Trudne początki kuwetkowe.

Kocie pogawędki

Moderatorzy: Estraven, Moderatorzy

Post » Nie maja 13, 2018 18:24 Trudne początki kuwetkowe.

Hej!

Chciałam zaznaczyć, że jestem tu nowa.
W piątek przygarnęłam kotke ok 8tyg. Ciekawska, towarzyska, mruczata przeokropnie :p
Ale mamy problem natury kuwetkowej.. Kuweta stoi w łazience w widocznym dla niej miejscu ale mimo to do dziś sama nie pójdzie do niej. Musze ją zanosić do kuwety jak widze oznaki siusiu czy kupki.
Żwirek jest podłużny coś jak pellet z wyglądu.
Jak zaniose kota do kuwety to zrobi swoje często jedno i drugie od razu. Może mi ktoś powiedzieć co jest grane? Poza drapaniem podłogi czy kucaniem na co od razu reaguje nie siusia na podłodze ale zachowuje się jakby nie wiedziała gdzie ma iść.. 2dni to chyba dość czasu żeby zrozumiała gdzie kuweta stoi mieszkanie mamy 2 pokojowe więc nie jest to aż tak duża przestrzeń.
Dziękuje !

Blafouri

 
Posty: 1
Od: Nie maja 13, 2018 18:16

Post » Nie maja 13, 2018 18:38 Re: Trudne początki kuwetkowe.

Moze lepszy bylby zwykly bentonitowy zwirek? Pewnie od razu zaskoczy :) Powodzenia :)
https://zrzutka.pl/bpfeke dla wojowniczki Fisi walczącej z FIP

kwiryna

Avatar użytkownika
 
Posty: 4234
Od: Sob lip 23, 2016 9:36
Lokalizacja: Warszawa mokotów

Post » Nie maja 13, 2018 20:14 Re: Trudne początki kuwetkowe.

Calkiem mozliwe ze to efekt zwirku.
Jesli nie pomoze rozwazylabym badnia krwi i moczu.
Załoga: Pixie, Nitka, Coco i Ćiorny oraz Dixie[*]
Kot Pixior i burasy zapraszają: https://www.facebook.com/PixieKotZCharakterem
Zbiórka hiltonka: https://pomagam.pl/hilton

PixieDixie

Avatar użytkownika
 
Posty: 9813
Od: Czw kwi 23, 2015 7:40
Lokalizacja: TG

Post » Nie maja 13, 2018 20:22 Re: Trudne początki kuwetkowe.

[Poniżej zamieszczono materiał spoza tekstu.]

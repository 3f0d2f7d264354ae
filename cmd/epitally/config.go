package main

import (
	"errors"
	"fmt"
	"log/slog"
	"net"
	"os"
	"path/filepath"
	"runtime"
	"strings"
	"time"

	"github.com/goccy/go-yaml"
	"github.com/robfig/cron/v3"
	"github.com/spf13/pflag"

	"epitally/analytics"
)

// Config is everything that can be set. A flag wins over the environment
// (EPITALLY_ and the flag's name in capitals), which wins over the file named
// by --config, which wins over the default.
type Config struct {
	// Data is the folder for the private database and the default drop folder.
	Data string `yaml:"data"`
	// Listen is the address pages and API are served on, HOST:PORT. The default
	// is the loopback only; port 0 takes a free one.
	Listen string `yaml:"listen"`
	// DatabaseURL is a PostgreSQL 15 or newer to use instead of a private one;
	// empty = run a private one in Data.
	DatabaseURL secret `yaml:"database_url"`
	// Drop is the folder scanned for files; empty = "drop" inside Data.
	Drop string `yaml:"drop"`
	// Scan says when the drop folder is scanned: five cron fields, or "@every 30s".
	Scan string `yaml:"scan"`
	// SettleSeconds is how long a file must stay unchanged before it is read.
	SettleSeconds float64 `yaml:"settle_seconds"`
	// Zone is the fab's time zone (IANA name): times on pages, and times that a
	// source writes without a zone.
	Zone string `yaml:"zone"`
	// Workers is how many files are loaded at once; 0 = one per
	// core, but at most half of DatabaseConnections.
	Workers int `yaml:"workers"`
	// MaxFileMB is the largest decompressed source in megabytes (10^6 bytes).
	MaxFileMB int64 `yaml:"max_file_mb"`
	// DatabaseConnections is the size of the connection pool.
	DatabaseConnections int `yaml:"database_connections"`
	// StopSeconds is how long running requests and loads may take at shutdown.
	StopSeconds float64 `yaml:"stop_seconds"`
	// LogLevel is debug, info, warn or error.
	LogLevel string `yaml:"log_level"`
}

// secret prints as stars, so that no log or help text shows a password.
type secret string

func (s secret) String() string {
	if s == "" {
		return ""
	}
	return "***"
}

func defaultConfig() Config {
	return Config{
		Data: defaultDataDir(), Listen: "127.0.0.1:8620", Scan: "* * * * *", SettleSeconds: 2,
		Zone: "UTC", MaxFileMB: 4000, DatabaseConnections: 8, StopSeconds: 10, LogLevel: "info",
	}
}

func defaultDataDir() string {
	if os.Geteuid() == 0 {
		return "/var/lib/epitally"
	}
	if home, err := os.UserHomeDir(); err == nil {
		return filepath.Join(home, ".local", "share", "epitally")
	}
	return "epitally-data"
}

// flagsFor declares the flags of commands that use the database.
func flagsFor(name string, c *Config) *pflag.FlagSet {
	f := pflag.NewFlagSet(name, pflag.ContinueOnError)
	f.SortFlags = false
	f.String("config", "", "YAML `file` with the same settings, words joined by _")
	f.StringVar(&c.Data, "data", c.Data, "`folder` of the private database and the drop folder")
	f.StringVar(&c.Listen, "listen", c.Listen, "`address` to serve on")
	f.StringVar((*string)(&c.DatabaseURL), "database-url", string(c.DatabaseURL), "PostgreSQL `url` to use instead of the private database")
	f.StringVar(&c.Drop, "drop", c.Drop, "`folder` scanned for files (default DATA/drop)")
	f.StringVar(&c.Scan, "scan", c.Scan, "when the drop folder is scanned, a `cron` expression")
	f.Float64Var(&c.SettleSeconds, "settle-seconds", c.SettleSeconds, "`seconds` a file must stay unchanged before it is read")
	f.StringVar(&c.Zone, "zone", c.Zone, "the fab's time `zone`")
	f.IntVar(&c.Workers, "workers", c.Workers, "files loaded at once (0 = one per core)")
	f.Int64Var(&c.MaxFileMB, "max-file-mb", c.MaxFileMB, "largest decompressed source in `MB`")
	f.IntVar(&c.DatabaseConnections, "database-connections", c.DatabaseConnections, "size of the connection pool")
	f.Float64Var(&c.StopSeconds, "stop-seconds", c.StopSeconds, "`seconds` that work may take to end at shutdown")
	f.StringVar(&c.LogLevel, "log-level", c.LogLevel, "debug, info, warn or error")
	return f
}

// resolve parses args over the environment over the file over what c holds.
func (c *Config) resolve(f *pflag.FlagSet, args []string, env func(string) string) error {
	if err := f.Parse(args); err != nil {
		return err
	}
	given := map[string]string{}
	f.Visit(func(fl *pflag.Flag) { given[fl.Name] = fl.Value.String() })
	var problems []error
	path := given["config"]
	if path == "" {
		path = env("EPITALLY_CONFIG")
	}
	if path != "" {
		text, err := os.ReadFile(path)
		if err != nil {
			return fmt.Errorf("--config: %w", err)
		}
		if err := yaml.UnmarshalWithOptions(text, c, yaml.Strict()); err != nil {
			return fmt.Errorf("--config %s: %w: %w", path, err, analytics.ErrInvalid)
		}
	}
	f.VisitAll(func(fl *pflag.Flag) {
		if _, list := fl.Value.(pflag.SliceValue); list {
			return // of no setting, and setting a list again would add to it
		}
		value, inFlags := given[fl.Name]
		if !inFlags {
			value = env("EPITALLY_" + strings.ToUpper(strings.ReplaceAll(fl.Name, "-", "_")))
		}
		if inFlags || value != "" {
			if err := fl.Value.Set(value); err != nil && !inFlags {
				problems = append(problems, fmt.Errorf("EPITALLY_%s: %w", strings.ToUpper(strings.ReplaceAll(fl.Name, "-", "_")), err))
			}
		}
	})
	if c.Drop == "" {
		c.Drop = filepath.Join(c.Data, "drop")
	}
	if c.Workers == 0 {
		c.Workers = max(1, min(runtime.NumCPU(), c.DatabaseConnections/2))
	}
	return errors.Join(append(problems, c.Validate())...)
}

// Validate names the setting and the rule it breaks.
func (c *Config) Validate() error {
	var problems []error
	bad := func(setting, rule string, args ...any) {
		problems = append(problems, fmt.Errorf("%s: %s: %w", setting, fmt.Sprintf(rule, args...), analytics.ErrInvalid))
	}
	if _, _, err := net.SplitHostPort(c.Listen); err != nil {
		bad("listen", "%q is not HOST:PORT", c.Listen)
	}
	if _, err := cron.ParseStandard(c.Scan); err != nil {
		bad("scan", "%q: %v; write five cron fields or \"@every 30s\"", c.Scan, err)
	}
	if !(c.SettleSeconds >= 0 && c.SettleSeconds <= 3600) {
		bad("settle-seconds", "%g is not between 0 and 3600", c.SettleSeconds)
	}
	if _, err := time.LoadLocation(c.Zone); err != nil {
		bad("zone", "%q is not a known time zone; write an IANA name such as Asia/Taipei", c.Zone)
	}
	if c.Workers < 1 || c.Workers > 64 {
		bad("workers", "%d is not between 1 and 64", c.Workers)
	}
	if c.DatabaseConnections < 4 || c.DatabaseConnections > 200 {
		bad("database-connections", "%d is not between 4 and 200", c.DatabaseConnections)
	}
	// Every worker holds a connection while it loads; pages must find one too.
	if c.Workers > c.DatabaseConnections/2 {
		bad("workers", "%d is over half of database-connections (%d); loading may take at most half of the pool", c.Workers, c.DatabaseConnections)
	}
	if c.MaxFileMB < 1 {
		bad("max-file-mb", "%d is not above zero", c.MaxFileMB)
	}
	if !(c.StopSeconds > 0 && c.StopSeconds <= 600) {
		bad("stop-seconds", "%g is not between 0 and 600", c.StopSeconds)
	}
	var level slog.Level
	if err := level.UnmarshalText([]byte(c.LogLevel)); err != nil {
		bad("log-level", "%q is not debug, info, warn or error", c.LogLevel)
	}
	return errors.Join(problems...)
}

func seconds(s float64) time.Duration { return time.Duration(s * float64(time.Second)) }
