package main

import (
	"context"
	"encoding/json"
	"fmt"
	"os"
	"time"

	"epitally/db"
)

// doctor examines a database and says what is wrong in it and what to do. It
// changes nothing, and may look while a server runs.
func doctor(ctx context.Context, c *console, args []string) error {
	config := defaultConfig()
	var quick, asJSON bool
	config.LogLevel = "error"
	f := flagsFor("doctor", &config)
	f.BoolVar(&quick, "quick", false, "do not decode every plane")
	f.BoolVar(&asJSON, "json", false, "print JSON")
	for _, serving := range []string{"listen", "drop", "scan", "settle-seconds", "workers", "stop-seconds", "max-file-mb", "zone"} {
		f.MarkHidden(serving) // they may stand in the settings' file, and mean nothing here
	}
	if err := config.resolve(f, args, os.Getenv); err != nil {
		return err
	}
	if f.NArg() > 0 {
		return fmt.Errorf("doctor: %q is not a flag; see doctor --help", f.Arg(0))
	}
	return withStore(ctx, c, config, func(store *db.Store) error {
		bar := newCountBar(c, "decoding planes")
		found, err := store.Examine(ctx, db.Examination{Planes: !quick, Now: time.Now(), Progress: func(done, total int) { setBar(bar, done, total) }})
		if err != nil {
			return err
		}
		bar.Finish()
		return sayComplaints(c, found, quick, asJSON)
	})
}

func sayComplaints(c *console, found []db.Complaint, quick, asJSON bool) error {
	if asJSON {
		if found == nil {
			found = []db.Complaint{}
		}
		out := json.NewEncoder(c.out)
		out.SetIndent("", " ")
		if err := out.Encode(found); err != nil {
			return err
		}
	} else {
		for _, f := range found {
			fmt.Fprintf(c.out, "%s: %s\n  what to do: %s\n", f.Check, f.Says, f.Remedy)
		}
		if len(found) == 0 {
			looked := "every plane decodes, counts match, nothing is orphaned, the partitions are there"
			if quick {
				looked = "counts match, nothing is orphaned, the partitions are there; planes were not decoded"
			}
			fmt.Fprintln(c.out, "The database is sound: "+looked+".")
		}
	}
	if len(found) > 0 {
		return errSaid
	}
	return nil
}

Ograniczyłabym przestrzeń małej. Ona nie wie, nie kojarzy , nie wyrabia się do kuwety zajęta innymi sprawami. Jak u dzieci ludzkich zapomina. Trzyma do ostatniej chwili. Widać nie miał ją kto nauczyć. Albo ograniczacie jej przestrzeń, gdzie będzie np w jednym pokoju z miskami i kuwetą. Albo postawcie kilka misek ze żwirkiem by miała blisko. Sukcesywnie będą usuwane. Za każdym razem gdy zrobi w nią (sama czy z pomocą) należy mocno kota wychwalić. To co ew zrobi poza zbiera się, wrzuca do kuwetki, wsadza małą i chwali pod niebiosa. radzę też nie sprzątać od razu kuwetkę by swój zapach poczuła. I w żadnym razie nie karcić. Kocie dzieci są takie same (no prawie) jak ludzkie. Muszą się nauczyć. Nikt nie ma tego we krwi. Na pewno pomoże zmiana żwirku na bardziej przypominający ziemię.Czyli bentonit. Możesz mieć dwa rodzaje przez krótki czas.
Obrazek

Dla naszych Słoneczek [*] Kochamy i tęsknimy.

ASK@

Avatar użytkownika
 
Posty: 55358
Od: Czw gru 04, 2008 12:45
Lokalizacja: Otwock


Adopcje: 11 >>

Post » Nie maja 13, 2018 21:10 Re: Trudne początki kuwetkowe.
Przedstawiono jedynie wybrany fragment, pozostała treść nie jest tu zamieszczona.